The gas stations have no credit card slots and the pumps no auto shut off. You pump first. And pay later. In Kansas I pumped but my mind wandered as the gas poured out of the tank and flowed onto my boot. There’s no questions. I’m not from around ‘these’ parts.
It’s the Wheat state. And after exploring the wacky route of this byway, I found myselt in a state other than Kansas. Hungry, parched and sleepy. I pull into a small market in Ness City, Kansas. A local schoolteacher leans his bicycle against the window and sits next to me with his microwaved hot dog. Tells me I need to see the Skyscraper of the Plains – a four-story building built in 1890 that once housed the Ness County Bank.

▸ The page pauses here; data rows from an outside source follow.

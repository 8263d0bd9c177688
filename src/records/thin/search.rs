//! Local search for many places of which no two clash.
//!
//! One place is forced in and those that clash with it leave; places set free come in; then every
//! place near the change gives way to two others where it can. What keeps fewer places than before is
//! undone.
//!
//! # Source
//! Andrade, D. V., Resende, M. G. C. & Werneck, R. F. (2012), Fast local search for the maximum
//! independent set problem, Journal of Heuristics 18, 525–547. The distance between places is at hand
//! here, so that no lists of clashes are needed to tell whether two places can replace one.

use crate::maths::random::Stream;

use super::conflicts::Conflicts;
use super::ground::square_between;

/// No slot: the place is not kept.
const OUT: u32 = u32::MAX;
/// Places that clash with one kept place alone beyond which not every pair of them is tried.
const ALL_PAIRS: usize = 40;

/// What a change costs beside the places looked at.
const SHAKE: u64 = 50;

/// A choice of places, with what is needed to change it quickly.
pub struct Search<'a> {
    conflicts: &'a Conflicts<'a>,
    stream: Stream,
    /// The kept places, in no order.
    pub kept: Vec<u32>,
    slot: Vec<u32>,
    /// How many kept places clash with each place.
    against: Vec<u8>,
    /// The kept places that clash with each place, joined by exclusive or: with one, its number.
    joined: Vec<u32>,
    free: Vec<u32>,
    examine: Vec<u32>,
    queued: Vec<bool>,
    journal: Vec<u32>,
    looked: u64,
}

impl<'a> Search<'a> {
    /// Keeps the places of a list one after another where none kept before clashes.
    pub fn new(conflicts: &'a Conflicts<'a>, order: &[u32], stream: Stream) -> Self {
        let len = conflicts.len;
        let mut out = Self {
            conflicts,
            stream,
            kept: Vec::new(),
            slot: vec![OUT; len],
            against: vec![0; len],
            joined: vec![0; len],
            free: Vec::new(),
            examine: Vec::new(),
            queued: vec![false; len],
            journal: Vec::new(),
            looked: 0,
        };
        order.iter().for_each(|&place| out.enter(place));
        out
    }

    /// Improves the choice until `patience` changes for each kept place have brought nothing, or
    /// `effort` places have been looked at, or no more can be kept.
    pub fn improve(&mut self, patience: usize, effort: u64) {
        self.looked = 0;
        // every kept place stands in line to be examined
        self.stream.shuffle(&mut self.examine);
        self.settle(effort);
        let bound = self.conflicts.bound();
        let mut idle = 0;
        while self.kept.len() < bound && self.looked < effort && idle < patience * (self.kept.len() + 4) {
            let before = self.kept.len();
            self.journal.clear();
            self.looked += SHAKE;
            self.shake();
            self.settle(u64::MAX);
            idle = if self.kept.len() > before { 0 } else { idle + 1 };
            if self.kept.len() < before {
                self.undo();
            }
        }
    }

    /// Forces one place in beside a kept one, now and then several.
    fn shake(&mut self) {
        let beside = self.kept[self.stream.below(self.kept.len())];
        let Some(mut place) = self.conflicts.any_clashing(beside, &mut self.stream) else { return };
        self.force(place);
        while self.stream.below(4) == 0 {
            for _ in 0..3 {
                place = self.conflicts.any_clashing(place, &mut self.stream).unwrap_or(place);
            }
            self.force(place);
        }
    }

    /// Keeps a place and lets those that clash with it go.
    fn force(&mut self, place: u32) {
        if self.slot[place as usize] != OUT {
            return;
        }
        let mut leaving = Vec::new();
        match self.against[place as usize] {
            0 => {}
            1 => leaving.push(self.joined[place as usize]),
            _ => {
                let slot = &self.slot;
                self.looked += self.conflicts.each(place, |other| {
                    if slot[other as usize] != OUT {
                        leaving.push(other);
                    }
                }) as u64;
            }
        }
        leaving.into_iter().for_each(|other| self.leave(other));
        self.enter(place);
    }

    /// Keeps a place if nothing kept clashes with it.
    fn enter(&mut self, place: u32) {
        if self.slot[place as usize] != OUT || self.against[place as usize] > 0 {
            return;
        }
        self.slot[place as usize] = self.kept.len() as u32;
        self.kept.push(place);
        self.journal.push(place);
        if !std::mem::replace(&mut self.queued[place as usize], true) {
            self.examine.push(place);
        }
        let (against, joined) = (&mut self.against, &mut self.joined);
        self.looked += self.conflicts.each(place, |other| {
            against[other as usize] += 1;
            joined[other as usize] ^= place;
        }) as u64;
    }

    /// Lets a kept place go.
    fn leave(&mut self, place: u32) {
        let slot = std::mem::replace(&mut self.slot[place as usize], OUT) as usize;
        self.kept.swap_remove(slot);
        if let Some(&moved) = self.kept.get(slot) {
            self.slot[moved as usize] = slot as u32;
        }
        self.journal.push(place);
        let (against, joined, queued) = (&mut self.against, &mut self.joined, &mut self.queued);
        let (free, examine) = (&mut self.free, &mut self.examine);
        free.push(place);
        self.looked += self.conflicts.each(place, |other| {
            let o = other as usize;
            against[o] -= 1;
            joined[o] ^= place;
            match against[o] {
                0 => free.push(other),
                1 if !std::mem::replace(&mut queued[joined[o] as usize], true) => examine.push(joined[o]),
                _ => {}
            }
        }) as u64;
    }

    /// Lets in what is free, then lets single places give way to two, until neither is possible.
    fn settle(&mut self, effort: u64) {
        loop {
            self.fill();
            let Some(place) = self.examine.pop() else { return };
            self.queued[place as usize] = false;
            if self.slot[place as usize] != OUT && self.looked < effort {
                self.give_way(place);
            }
        }
    }

    /// Lets free places in, one drawn after another, until none is free.
    fn fill(&mut self) {
        loop {
            let (slot, against) = (&self.slot, &self.against);
            self.looked += self.free.len() as u64;
            self.free.retain(|&p| against[p as usize] == 0 && slot[p as usize] == OUT);
            if self.free.is_empty() {
                return;
            }
            let drawn = self.stream.below(self.free.len());
            self.enter(self.free[drawn]);
        }
    }

    /// Replaces a kept place by two that clash with it alone and not with each other.
    fn give_way(&mut self, place: u32) {
        let mut alone = Vec::new();
        let against = &self.against;
        self.looked += self.conflicts.each(place, |other| {
            if against[other as usize] == 1 {
                alone.push(other);
            }
        }) as u64;
        if let Some((one, two)) = self.apart(&alone) {
            self.leave(place);
            self.enter(one);
            self.enter(two);
        }
    }

    /// Two of the places that do not clash.
    fn apart(&mut self, places: &[u32]) -> Option<(u32, u32)> {
        let conflicts = self.conflicts;
        if places.len() < 2 || conflicts.huddled(places) {
            return None;
        }
        if places.len() > ALL_PAIRS {
            return self.far_apart(places);
        }
        self.looked += (places.len() * places.len() / 4) as u64;
        let turn = self.stream.below(places.len());
        let (later, earlier) = places.split_at(turn);
        let order = || earlier.iter().chain(later).copied();
        order().enumerate().find_map(|(i, one)| {
            order().skip(i + 1).find(|&two| !conflicts.clash(one, two)).map(|two| (one, two))
        })
    }

    /// Of many places, two that do not clash, sought from a few of them at the farthest other.
    fn far_apart(&mut self, places: &[u32]) -> Option<(u32, u32)> {
        let conflicts = self.conflicts;
        let farthest = |from: u32| {
            let line = |p: u32| square_between(conflicts.point(from), conflicts.point(p));
            places.iter().copied().map(|p| (line(p), p)).max_by(|a, b| a.0.total_cmp(&b.0)).map(|f| f.1)
        };
        for _ in 0..3 {
            let mut one = places[self.stream.below(places.len())];
            for _ in 0..3 {
                let two = farthest(one)?;
                self.looked += places.len() as u64;
                if !conflicts.clash(one, two) {
                    return Some((one, two));
                }
                one = two;
            }
        }
        None
    }

    /// Takes the changes since the journal was cleared back, last first.
    fn undo(&mut self) {
        for at in (0..self.journal.len()).rev() {
            let place = self.journal[at];
            if self.slot[place as usize] == OUT { self.enter(place) } else { self.leave(place) }
        }
        self.free.clear();
        let queued = &mut self.queued;
        self.examine.drain(..).for_each(|p| queued[p as usize] = false);
    }
}
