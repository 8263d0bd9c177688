//! Quantities that cross room borders, each with its unit and its legal range.
//!
//! Holds no formulas and touches no file.

mod length;
mod share;
mod size;

pub use length::{Length, Metres};
pub use share::Share;
pub use size::Bytes;

/// The number every random stream of a run is derived from.
#[derive(Debug, Clone, Copy, PartialEq, Eq)]
pub struct Seed(pub u64);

Today it’s one of the 8 Wonders of Kansas and hoses a few boutiques on the ground floor. Tours are available a couple days each week, but not today.
There’s something curious about Ness City. Perhaps many things. I learn that just a few months earlier a man finally enlisted help of the local fire and police to talk his girlfriend out of the bathroom. She’d been in there for two years. Sitting on the toilet so long she was stuck to it. The ambulance took her to the hospital with it still attached to her butt. This is real. And this is Kansas:
Ness County Bank – the former – Skyscraper of the Plains. Ness City, Kansas.
Budweiser or Coors Light?
I may be in Kansas still and on some off the beaten track. Yet I find one tree. And a lonely rest area with wireless internet. This is progress.